Thanks BTUx9 for a totally painless script and clear instructions. I owe you a pint!


----------



## goony

You "da man" *BTUx9* - 4 Zipper'd boxes updated just now; easily, painlessly!

I'm glad I waited until (nearly) the last minute!


----------



## tbeckner

Nice Script/Patch and thanks so very much for creating it.

The script gives directions on how to REMOVE the 30 second skip, but how do we REMOVE the backdoors from being activated from the Install62a.tcl script? 

*Do we remove the 17th line to remove backdoors from being activated?*


----------



## zarsky99

For whatever it is worth. I just upgraded my DVR40 to 6.2a with BTU's script and it so far looks good. Also, I am still having problems with my USB Ethernet adaptor, so I decided to transfer the files via zmodem over the serial cable in order to perform the installation. It worked just fine. So if for whatever reason, anyone was thinking about using the serial connection to perform the upgrade...have no fear...it works!

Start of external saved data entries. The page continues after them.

//! From tokens to a set expression. Recursion goes only through parentheses and `P(…)`, and is bounded.

use crate::language::diagnostic::{Located, Span};
use crate::language::expression::lexer::{Kind, Token};
use crate::language::expression::{Fault, fault};
use crate::language::set::{Relation, SetExpression, Side};
use crate::language::suggestion::shown;

/// The deepest nesting of parentheses.
pub const MOST_LEVELS: usize = 32;
/// The most comparisons in one expression.
const MOST_COMPARISONS: usize = 1000;

pub(super) struct Parser<'a> {
    text: &'a str,
    pub(super) tokens: Vec<Token>,
    pub(super) at: usize,
    level: usize,
    comparisons: usize,
    pub(super) place: &'a dyn Fn(usize, usize) -> Span,
}

pub(super) type Parsed<T> = Result<T, Box<Fault>>;

impl<'a> Parser<'a> {
    pub fn new(text: &'a str, tokens: Vec<Token>, place: &'a dyn Fn(usize, usize) -> Span) -> Self {
        Self {
            text,
            tokens,
            at: 0,
            level: 0,
            comparisons: 0,
            place,
        }
    }

    /// The whole text is one expression.
    pub fn whole(mut self) -> Parsed<SetExpression> {
        let found = self.any()?;
        match self.peek() {
            Kind::End => Ok(found),
            Kind::Close => Err(self.here(
                "this parenthesis closes nothing",
                "remove it, or open one before it",
            )),
            Kind::Name(word)
                if word.eq_ignore_ascii_case("and") || word.eq_ignore_ascii_case("or") =>
            {
                let lower = word.to_ascii_lowercase();
                Err(self.here(
                    format!("`{word}` is not a word of this language"),
                    format!("write `{lower}` in small letters"),
                ))
            }
            Kind::Comma => Err(self.here("a comma cannot join comparisons", "write `and` or `or`")),
            Kind::Name(_) if self.after_number() => Err(self.here(
                format!("`{}` stands right behind a number", self.written()),
                "the only units are `%` and `ppm`; write a product with `*`, and join comparisons with `and` or `or`",
            )),
            _ => Err(self.here(
                format!("`{}` was not expected here", self.written()),
                "join comparisons with `and` or `or`",
            )),
        }
    }

    fn after_number(&self) -> bool {
        let before = self.at.checked_sub(1).and_then(|at| self.tokens.get(at));
        matches!(before.map(|token| &token.kind), Some(Kind::Number(_)))
    }

    fn any(&mut self) -> Parsed<SetExpression> {
        let mut parts = vec![self.all()?];
        while self.word("or") {
            parts.push(self.all()?);
        }
        Ok(single_or(parts, SetExpression::Or))
    }

    fn all(&mut self) -> Parsed<SetExpression> {
        let mut parts = vec![self.one()?];
        while self.word("and") {
            parts.push(self.one()?);
        }
        Ok(single_or(parts, SetExpression::And))
    }

    fn one(&mut self) -> Parsed<SetExpression> {
        if *self.peek() != Kind::Open {
            return self.chain();
        }
        let opened = self.start();
        let inner = self.nested(opened)?;
        if matches!(
            self.peek(),
            Kind::Relation(_) | Kind::Times | Kind::Divide | Kind::Plus | Kind::Minus
        ) {
            return Err(self.here(
                "parentheses go around comparisons, not around numbers",
                "write the side without parentheses, e.g. `p1 - p2 <= 0.1`",
            ));
        }
        Ok(inner)
    }

    /// `( any )`, the parenthesis being the next token; `opened` is where the reader sees it open.
    pub(super) fn nested(&mut self, opened: usize) -> Parsed<SetExpression> {
        self.level += 1;
        if self.level > MOST_LEVELS {
            return Err(self.here(
                format!("parentheses are nested more than {MOST_LEVELS} deep"),
                "write the set as a plain union of comparisons",
            ));
        }
        self.next();
        let inner = self.any()?;
        self.close(opened)?;
        self.level -= 1;
        Ok(inner)
    }

    pub(super) fn close(&mut self, opened: usize) -> Parsed<()> {
        match self.peek() {
            Kind::Close => {
                self.next();
                Ok(())
            }
            Kind::End => {
                let mut wrong = fault(
                    opened,
                    1,
                    "this parenthesis is not closed",
                    "close it with `)`",
                );
                wrong.at_end = true;
                Err(wrong)
            }
            _ => Err(self.here(
                format!("`{}` was not expected here", self.written()),
                "close the parenthesis first",
            )),
        }
    }

    fn chain(&mut self) -> Parsed<SetExpression> {
        let first = self.side()?;
        let mut rest: Vec<(Relation, Located<Side>)> = Vec::new();
        while let Kind::Relation(relation) = *self.peek() {
            self.comparisons += 1;
            if self.comparisons > MOST_COMPARISONS {
                return Err(self.here(
                    format!("an expression has at most {MOST_COMPARISONS} comparisons"),
                    "write the set with fewer intervals",
                ));
            }
            if rest.iter().any(|(before, _)| opposed(*before, relation)) {
                return Err(self.here(
                    "this chain turns round",
                    "let a chain run one way, e.g. `0 <= p <= 1`",
                ));
            }
            self.next();
            rest.push((relation, self.side()?));
        }
        if rest.is_empty() {
            return Err(self.no_comparison());
        }
        Ok(SetExpression::Chain { first, rest })
    }

    fn no_comparison(&self) -> Box<Fault> {
        if let Kind::Name(word) = self.peek()
            && matches!(word.as_str(), "in" | "is" | "not")
        {
            return self.here(
                format!("`{word}` is not a word of this language"),
                "write comparisons, e.g. `0.01 <= p <= 0.05` or `p = 0.01 or p = 0.05`",
            );
        }
        if *self.peek() == Kind::Close {
            return self.here(
                "a comparison is missing before this parenthesis",
                "parentheses go around comparisons; write sides without them, e.g. `p1 - p2 <= 0.1`",
            );
        }
        let mut wrong = self.here(
            "a comparison is missing here",
            "compare with `<`, `<=`, `=`, `>=` or `>`, e.g. `p >= 5 %`",
        );
        wrong.at_end = *self.peek() == Kind::End;
        wrong
    }

    fn word(&mut self, wanted: &str) -> bool {
        let found = matches!(self.peek(), Kind::Name(word) if word == wanted);
        if found {
            self.next();
        }
        found
    }

    pub(super) fn peek(&self) -> &Kind {
        self.peek_at(0)
    }

    pub(super) fn peek_at(&self, ahead: usize) -> &Kind {
        self.tokens
            .get(self.at + ahead)
            .map_or(&Kind::End, |token| &token.kind)
    }

    pub(super) fn start(&self) -> usize {
        self.tokens.get(self.at).map_or(0, |token| token.start)
    }

    pub(super) fn next(&mut self) {
        if self.at + 1 < self.tokens.len() {
            self.at += 1;
        }
    }

    /// The next token as it is written.
    pub(super) fn written(&self) -> String {
        let Some(token) = self.tokens.get(self.at) else {
            return String::new();
        };
        shown(
            &self
                .text
                .chars()
                .skip(token.start)
                .take(token.width)
                .collect::<String>(),
        )
    }

    pub(super) fn here(&self, message: impl Into<String>, help: impl Into<String>) -> Box<Fault> {
        let (start, width) = self
            .tokens
            .get(self.at)
            .map_or((0, 1), |token| (token.start, token.width));
        fault(start, width, message, help)
    }
}

fn single_or(
    mut parts: Vec<SetExpression>,
    join: fn(Vec<SetExpression>) -> SetExpression,
) -> SetExpression {
    match parts.pop() {
        Some(only) if parts.is_empty() => only,
        Some(last) => {
            parts.push(last);
            join(parts)
        }
        None => join(parts),
    }
}

fn opposed(a: Relation, b: Relation) -> bool {
    let rises = |r| matches!(r, Relation::Less | Relation::LessOrEqual);
    let falls = |r| matches!(r, Relation::Greater | Relation::GreaterOrEqual);
    (rises(a) && falls(b)) || (falls(a) && rises(b))
}
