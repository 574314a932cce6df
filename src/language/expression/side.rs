//! The sides of comparisons: numbers, parameters, sums, ratios, probabilities, quantiles.

use crate::kernel::exact::Exact;
use crate::language::diagnostic::Located;
use crate::language::expression::lexer::Kind;
use crate::language::expression::parser::{Parsed, Parser};
use crate::language::set::Side;
use crate::language::suggestion::shown;

impl Parser<'_> {
    pub(super) fn side(&mut self) -> Parsed<Located<Side>> {
        let start = self.start();
        let value = self.side_value()?;
        let end = self.tokens[..self.at]
            .last()
            .map_or(start, |token| token.start + token.width);
        Ok(Located::new(
            value,
            (self.place)(start, end.saturating_sub(start)),
        ))
    }

    fn side_value(&mut self) -> Parsed<Side> {
        if let Kind::Name(name) = self.peek().clone() {
            let after = self.peek_at(1);
            match (name.as_str(), after) {
                ("inf", _) => {
                    self.next();
                    return Ok(Side::Infinity { negative: false });
                }
                ("P" | "median" | "quantile", Kind::Open) => return self.function(&name),
                ("p", Kind::Open) | ("Pr" | "prob" | "Prob", Kind::Open) => {
                    return Err(self.here(
                        format!("`{name}(…)` is not a function of this language"),
                        "write the probability of an event as `P(X < 12.0)`, with a capital P",
                    ));
                }
                (_, Kind::Open) => {
                    return Err(self.here(
                        format!("`{}(…)` is not a function of this language", shown(&name)),
                        "the functions are `P(…)`, `median(X)` and `quantile(X, 0.9)`",
                    ));
                }
                (_, Kind::Divide) => return self.ratio(name),
                _ => {}
            }
        }
        if *self.peek() == Kind::Minus && *self.peek_at(1) == Kind::Name("inf".into()) {
            self.next();
            self.next();
            return Ok(Side::Infinity { negative: true });
        }
        self.linear()
    }

    fn function(&mut self, name: &str) -> Parsed<Side> {
        self.next();
        let opened = self.start();
        if name == "P" {
            return Ok(Side::Probability(Box::new(self.nested(opened)?)));
        }
        self.next();
        self.random_variable(name)?;
        let side = if name == "median" {
            Side::Median
        } else {
            if *self.peek() != Kind::Comma {
                let mut wrong = self.here(
                    "a quantile needs its order here",
                    "write e.g. `quantile(X, 0.9)`",
                );
                wrong.at_end = *self.peek() == Kind::End;
                return Err(wrong);
            }
            self.next();
            self.quantile_order()?
        };
        self.close(opened)?;
        Ok(side)
    }

    fn random_variable(&mut self, function: &str) -> Parsed<()> {
        if *self.peek() == Kind::Name("X".into()) {
            self.next();
            return Ok(());
        }
        Err(self.here(
            format!("`{function}(…)` is about the observation, which is called X"),
            format!("write `{function}(X…)`"),
        ))
    }

    fn quantile_order(&mut self) -> Parsed<Side> {
        let within = |q: &Exact| *q > Exact::zero() && *q < Exact::one();
        match self.peek().clone() {
            Kind::Number(order) if within(&order) => {
                self.next();
                Ok(Side::Quantile(order))
            }
            _ => Err(self.here(
                "the order of a quantile is a number between 0 and 1",
                "write e.g. `quantile(X, 0.9)`",
            )),
        }
    }

    fn ratio(&mut self, above: String) -> Parsed<Side> {
        self.next();
        self.next();
        match self.peek().clone() {
            Kind::Name(below) => {
                self.next();
                Ok(Side::Ratio(above, below))
            }
            _ => Err(self.here(
                "a ratio is between two parameters",
                "write e.g. `lambda1 / lambda2`, or `0.5 * p` for a part of one parameter",
            )),
        }
    }

    fn linear(&mut self) -> Parsed<Side> {
        let mut constant = Exact::zero();
        let mut terms: Vec<(Exact, String)> = Vec::new();
        let mut negative = self.sign();
        loop {
            let (mut coefficient, name) = self.term()?;
            if negative {
                coefficient = -&coefficient;
            }
            match name {
                None => constant = &constant + &coefficient,
                Some(name) => match terms.iter_mut().find(|(_, other)| *other == name) {
                    Some((sum, _)) => *sum = &*sum + &coefficient,
                    None => terms.push((coefficient, name)),
                },
            }
            match self.peek() {
                Kind::Plus => negative = false,
                Kind::Minus => negative = true,
                _ => break,
            }
            self.next();
        }
        terms.retain(|(coefficient, _)| !coefficient.is_zero());
        Ok(Side::Linear { constant, terms })
    }

    /// Takes a leading sign; true for minus.
    fn sign(&mut self) -> bool {
        let negative = *self.peek() == Kind::Minus;
        if negative || *self.peek() == Kind::Plus {
            self.next();
        }
        negative
    }

    fn term(&mut self) -> Parsed<(Exact, Option<String>)> {
        match self.peek().clone() {
            Kind::Number(mut value) => {
                self.next();
                if *self.peek() == Kind::Divide {
                    self.next();
                    value = self.fraction(&value)?;
                }
                if *self.peek() != Kind::Times {
                    return Ok((value, None));
                }
                self.next();
                Ok((value, Some(self.parameter()?)))
            }
            _ => {
                let name = self.parameter()?;
                if matches!(self.peek(), Kind::Times | Kind::Divide) {
                    return Err(self.here(
                        "a term is a number times a parameter",
                        "write the number first, e.g. `2 * p`",
                    ));
                }
                Ok((Exact::one(), Some(name)))
            }
        }
    }

    /// `11/240`: an exact fraction, as lattices print them.
    fn fraction(&mut self, above: &Exact) -> Parsed<Exact> {
        let divided = match self.peek() {
            Kind::Number(below) => above.checked_div(below),
            _ => None,
        };
        let value = divided.ok_or_else(|| {
            self.here(
                "a number is divided by a number other than zero",
                "write e.g. `1/20`",
            )
        })?;
        self.next();
        Ok(value)
    }

    fn parameter(&mut self) -> Parsed<String> {
        match self.peek().clone() {
            Kind::Name(word) if !matches!(word.as_str(), "and" | "or" | "inf" | "in" | "not") => {
                self.next();
                Ok(word)
            }
            Kind::End => {
                let mut wrong = self.here(
                    "a number or a parameter is missing here",
                    "finish the comparison, e.g. `p >= 5 %`",
                );
                wrong.at_end = true;
                Err(wrong)
            }
            Kind::Name(word) if word == "not" => Err(self.here(
                "`not` is not a word of this language",
                "write the opposite comparison",
            )),
            Kind::Name(word) if word.eq_ignore_ascii_case("inf") => Err(self.here(
                "`inf` stands alone on its side",
                "write e.g. `lambda < inf`",
            )),
            Kind::Open => Err(self.here(
                "parentheses go around comparisons, not around numbers",
                "write the side without parentheses",
            )),
            _ => Err(self.here(
                format!(
                    "a number or a parameter is due here, not `{}`",
                    self.written()
                ),
                "write e.g. `0 <= p <= 1`",
            )),
        }
    }
}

I have noticed this output while booting up....is this anything to be concerned about?


> EXT2-fs warning: checktime reached, running e2fsck is recommended


UPDATE: I double-checked the guide....I no longer have any 2am Sunday programs....hooray...BTU is da man! Now I just to get my slices, so I can run the activate script and be totally legit.

UPDATE 2: Nevermind my comment on the EXT2-fs warning...I should have googled first. I realize that is ok now.


----------



## zarsky99

I captured my terminal output while booting prior to the update, during the update, and immediately after the update. I attached the files here, just in case it helps BTU and others verify what a good installation should look like. Some of the formatting is wack, because hypertrm did not want to do a nice copy-n-paste for me, but I think the data is all there.

As I have said previously all appears well. However I did notice the following output during bootup both before and after the 6.2a upgrade. Is this of any concern?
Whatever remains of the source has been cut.